The Vanderbilt Commodores ruled the world for a night. May we all give propers where propers are due. They deserve a pat on the back, a very complimentary article churned out by a local AP journalist and a good jump in the RPI.
But do they really deserve the "Wow! They're a force to be reckoned with!" treatment?
With a 17-0 home court record going into the game, was anyone surprised that the Commodores won?
Here is the problem: Is last night's Vanderbilt team a different team than the one that lost to Florida and Mississippi by an average of 19 points? Does a seven game winning streak with a cherry-on-top win over Tennessee warrant an uproar? It's all up for debate.
Let's break it down...
Vandy played true road games twice in non-conference play. They beat DePaul by six in overtime and Toledo by seven. Impressed?
They've also played six conference road games. In those games, they have a record of 2-4. The four losses have come by an average of 16 points. The two wins? An eight-pointer at Georgia and a one-point surviving at South Carolina. Impressed?
The Commodores' schedule also lacks an away date against Mississippi State and a home date with Arkansas. Although, judging by the way Vandy plays at home, the Razorbacks probably wouldn't win. Let's be honest though: They'd give Vandy a tougher game than Memorial Gym victims LSU and Georgia.
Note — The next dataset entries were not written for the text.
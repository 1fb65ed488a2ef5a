import fc from 'fast-check'
import { describe, expect, test } from 'vitest'
import { fitWords, placeMarks, spreadLabels } from '@/components/chart/label-layout'

const measure = (words: string) => words.length * 7
const RUNS = { seed: 1_280, numRuns: 500 }

describe('names at the lines’ ends', () => {
  const labels = fc.array(
    fc.record({
      centre: fc.double({ min: -50, max: 450, noNaN: true }),
      size: fc.integer({ min: 10, max: 30 }),
    }),
    { maxLength: 8 },
  )

  test('no two cover each other, and all stay inside where they fit', () => {
    fc.assert(
      fc.property(labels, (given) => {
        const centres = spreadLabels(given, 2, 0, 400)
        const edges = given
          .map((label, i) => ({
            top: (centres[i] ?? 0) - label.size / 2,
            bottom: (centres[i] ?? 0) + label.size / 2,
          }))
          .sort((a, b) => a.top - b.top)
        edges.forEach((edge, i) => {
          expect(edge.top).toBeGreaterThanOrEqual(-1e-6)
          expect(edge.bottom).toBeLessThanOrEqual(400 + 1e-6)
          if (i > 0) expect(edge.top - (edges[i - 1]?.bottom ?? 0)).toBeGreaterThanOrEqual(2 - 1e-6)
        })
      }),
      RUNS,
    )
  })

  test('what is apart already stays where it is', () => {
    expect(
      spreadLabels(
        [
          { centre: 20, size: 10 },
          { centre: 200, size: 10 },
        ],
        2,
        0,
        400,
      ),
    ).toEqual([20, 200])
  })

  test('two at one place part by the same way each', () => {
    expect(
      spreadLabels(
        [
          { centre: 100, size: 10 },
          { centre: 100, size: 10 },
        ],
        0,
        0,
        400,
      ),
    ).toEqual([95, 105])
  })

  test('order by place is kept', () => {
    const [upper, lower] = spreadLabels(
      [
        { centre: 101, size: 20 },
        { centre: 99, size: 20 },
      ],
      0,
      0,
      400,
    )
    expect(upper).toBeGreaterThan(lower ?? Infinity)
  })
})

describe('words of the marks on the seam', () => {
  const marks = fc.array(
    fc.record({
      x: fc.double({ min: 0, max: 800, noNaN: true }),
      words: fc.constantFrom('feed', 'stir', 'lid off', 'turned over', 'no reading'),
    }),
    { minLength: 1, maxLength: 60 },
  )

  test('no two cover each other, every hairline has its words, none leaves the picture', () => {
    fc.assert(
      fc.property(marks, fc.integer({ min: 1, max: 3 }), (given, rows) => {
        const placed = placeMarks(given, measure, { left: 0, right: 800, gap: 8, rows, togetherPx: 3 })
        for (const label of placed) {
          expect(label.width).toBe(measure(label.words))
          expect(label.left).toBeGreaterThanOrEqual(0)
          expect(label.row).toBeLessThan(rows)
          for (const other of placed) {
            if (other === label || other.row !== label.row) continue
            expect(other.left + other.width <= label.left || label.left + label.width <= other.left).toBe(
              true,
            )
          }
        }
        expect(placed.flatMap((label) => label.xs).sort((a, b) => a - b)).toEqual(
          given.map((mark) => mark.x).sort((a, b) => a - b),
        )
      }),
      RUNS,
    )
  })

  test('marks of one moment share one label', () => {
    const placed = placeMarks(
      [
        { x: 300, words: 'lid on' },
        { x: 301, words: 'turned over' },
      ],
      measure,
      { left: 0, right: 800, gap: 8, rows: 1, togetherPx: 3 },
    )
    expect(placed.map((label) => label.words)).toEqual(['lid on, turned over'])
  })

  test('near ones take the next row, and what fits no row is counted', () => {
    const near = [
      { x: 100, words: 'feed' },
      { x: 110, words: 'stir' },
      { x: 120, words: 'mist' },
    ]
    const space = { left: 0, right: 800, gap: 8, togetherPx: 3 }
    expect(placeMarks(near, measure, { ...space, rows: 3 }).map((label) => label.row)).toEqual([0, 1, 2])
    expect(placeMarks(near, measure, { ...space, rows: 1 }).map((label) => label.words)).toEqual(['3 marks'])
  })
})

test('words too long are cut with an ellipsis, or left out when nothing would be left', () => {
  expect(fitWords('Deepen', 100, measure)).toBe('Deepen')
  expect(fitWords('Deepen', 35, measure)).toBe('Deep…')
  expect(fitWords('Deepen', 14, measure)).toBe('')
})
But would the Commodores beat the Bulldogs in Starkville? If you can't answer that question, then you might not want to get too excited about Vandy's win against Tennessee.
When it comes down to games away from Nashville, Vandy hasn't shown they can throw down with good teams. They may be able to win one or two in the SEC tournament. They may be able to win one or two in the Big Dance. They are a good team. They've got a great 1-2 punch with Shan Foster and A.J. Ogilvy. But are they ready for and deserving of a spot in the national spotlight?
My jury is still out until Saturday, when Vandy heads to Fayeteville. If they capture their first road win against a team with a record on the positive side of .500, then we'll take this conversation from there.